Living in the past XXVI

magnolia green jumping spider Lyssomanes viridis with unidentified midge prey
For a couple of years, I was on a quest to obtain detailed pics, and video, of a peculiar optical trait visible in one particular species of spider; many spiders likely have the same trait, but it’s only visible in the magnolia green. The anterior median (front middle) pair of eyes is used to accurately judge the distances for jumping, and as such are complex eyes, rather than the simple compound eyes that we associate with arthropods like house flies: they can focus and aim like our own, and when I say “like,” I mean quite a bit unlike our own. Since their cornea is part of their exoskeleton and is periodically shed with the rest, it’s fixed in place, so the eyes move internally instead, and because that same exoskeleton is largely translucent for the species, enough light gets through that this can actually be seen. Which is what we’re seeing here – the black circle in that right eye is actually the spider’s retina. Yes, they can aim their eyes independently – can’t you?

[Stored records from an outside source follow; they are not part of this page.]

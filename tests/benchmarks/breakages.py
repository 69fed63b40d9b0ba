"""Which checks notice which departure from the model, at which size, in surveys like the sample.

``python tests/benchmarks/breakages.py [SURVEYS [WORKERS [FILE [WORDS]]]]``; outcomes stream to
FILE, from which a killed run goes on.  With WORDS, only rows whose names start with them.

A check notices where its p-value is under 0.01.  The first row has no departure: what
is noticed there is false alarm.
"""

from __future__ import annotations

import sys
from collections import defaultdict
from collections.abc import Mapping
from dataclasses import replace
from pathlib import Path
from typing import Any

import numpy as np

import ladderfit as lf
from ladderfit.anchors import PARALLAXES, tension
from ladderfit.checks.predictive import predictive_checks
from ladderfit.ladder_file import read_choices
from ladderfit.mock import PLAN, simulate
from ladderfit.mock.breakages import Breakage
from ladderfit.mock.light_curves import LightCurves
from ladderfit.sampling.run import draw
from ladderfit.shipped import sample_ladder
from ladderfit.sweep import Job, Outcome, Task, sweep

SEED = 1517
LEVEL = 0.01
DRAWS = 600
SIZES: dict[str, dict[str, Any]] = {
    "none": {},
    "slope larger by 0.2 in anchors": {"slope_in_anchors": 0.2},
    "slope larger by 0.4 in anchors": {"slope_in_anchors": 0.4},
    "crowding of 0.05 mag at 32 mag": {"crowding": 0.05},
    "crowding of 0.15 mag at 32 mag": {"crowding": 0.15},
    "dust ratio larger by 0.1": {"dust_ratio": 0.1},
    "dust ratio larger by 0.2": {"dust_ratio": 0.2},
    "light curves, none": {"light": True},
    "light curves, none redder than 0.10": {"light": True, "reddest": 0.10},
    "light curves, none redder than 0.00": {"light": True, "reddest": 0.0},
}


def survey(options: Mapping[str, Any], number: int) -> tuple[lf.Ladder, dict[str, float]]:
    """One simulated survey under the sample's choices, and its truth."""
    wrong = {key: value for key, value in options.items() if key != "light"}
    light = LightCurves() if options.get("light") else None
    plan = replace(PLAN, breakage=Breakage(**wrong), light_curves=light)
    mock = simulate(plan, np.random.default_rng([SEED, number]))
    file = sample_ladder().with_name("sample.toml" if light is None else "tripp.toml")
    plain = read_choices(file).to_mapping()
    plain.pop("alternatives", None)
    plain["cepheids"].pop("set_aside", None)
    for host, (modulus, error) in mock.anchors.items():
        plain["anchors"]["geometric"][host] = {"modulus": modulus, "error": error}
    tables = {
        "cepheids": mock.cepheids,
        "anchors.parallaxes": mock.parallax_stars,
        "supernovae": mock.supernovae,
        "expansion": mock.flow,
    }
    return lf.build_ladder(plain, tables), plan.truth()


def examine(_: None, arguments: Mapping[str, Any]) -> dict[str, Any]:
    """p-values of all checks of one survey, and how far numbers are from the truth."""
    ladder, truth = survey(SIZES[arguments["name"]], arguments["number"])
    result = draw(ladder, seed=1, draws=DRAWS)
    checks = predictive_checks(result, draws=DRAWS).checks
    found = {f"{check.sample}: {check.about}": check.p for check in checks}
    for anchor in ("Tavin", "Orsell", PARALLAXES):
        found[f"tension of {anchor}"] = tension(ladder, anchor, seed=1, draws=DRAWS).probability
    pulls = {
        name: (result.mean(name) - truth[name]) / result.sd(name)
        for name in ("hubble_constant", "slope", "peak_magnitude", "beta")
        if name in truth
    }
    return {"p": found, "pulls": pulls}


def main(surveys: int, workers: int, file: Path | None, words: str) -> None:
    """Run and print; every kind is examined once before any is examined again."""
    names = [name for name in SIZES if name.startswith(words)]
    tasks = [
        Task(f"{name} {k}", {"name": name, "number": k}) for k in range(surveys) for name in names
    ]
    outcomes = sweep(Job(examine), tasks, workers=workers, file=file)
    show({task.key: outcome for task, outcome in zip(tasks, outcomes, strict=True)})


def show(outcomes: Mapping[str, Outcome]) -> None:
    """A row for each kind: pulls, and the checks that notice most often."""
    for name in SIZES:
        mine = [each for key, each in outcomes.items() if key.rpartition(" ")[0] == name]
        done = [outcome.values for outcome in mine if outcome.status == "done"]
        if not done:
            continue
        share: dict[str, list[bool]] = defaultdict(list)
        for each in done:
            for check, p in each["p"].items():
                share[check].append(p < LEVEL)
        rates = {check: float(np.mean(noticed)) for check, noticed in share.items()}
        best = sorted(rates, key=lambda check: -rates[check])[:5]
        pulls = {key: np.mean([each["pulls"][key] for each in done]) for key in done[0]["pulls"]}
        seconds = sum(outcome.seconds for outcome in mine)
        print(f"{name} ({len(done)} of {len(mine)} surveys, {len(rates)} checks, {seconds:.0f} s)")
        print("   pulls: " + ", ".join(f"{key} {pull:+.2f}" for key, pull in pulls.items()))
        print("   " + "; ".join(f"{check} {100 * rates[check]:.0f} %" for check in best))


if __name__ == "__main__":
    asked = sys.argv[1:]
    main(
        int(asked[0]) if asked else 20,
        int(asked[1]) if len(asked) > 1 else 2,
        Path(asked[2]) if len(asked) > 2 else None,
        asked[3] if len(asked) > 3 else "",
    )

This image, and an accompanying video, is the result of planning/staging that went far, far better than expected, or even than it should have. I housed a pair of spiders in a small terrarium and provided a variety of ideal insects as food, and eventually witnessed one of the spiders immediately after a capture – only it wasn’t in a very good position for macro photos, and certainly not for the little USB microscope that I had at the time to do video. Somehow, the spider allowed me to not only lift the plant (that I’d provided as habitat) out of the terrarium without fleeing, but rode along complacently from the porch all the way into my office because the microscope could only attach to the computer. The results are a little disconcerting but very illustrative, so full credit to this spider for its patience. Or, because I’d already worked quite a bit with the species and knew they were as hyperactive and uncooperative as any jumper, giving them food is the secret to having them hold still.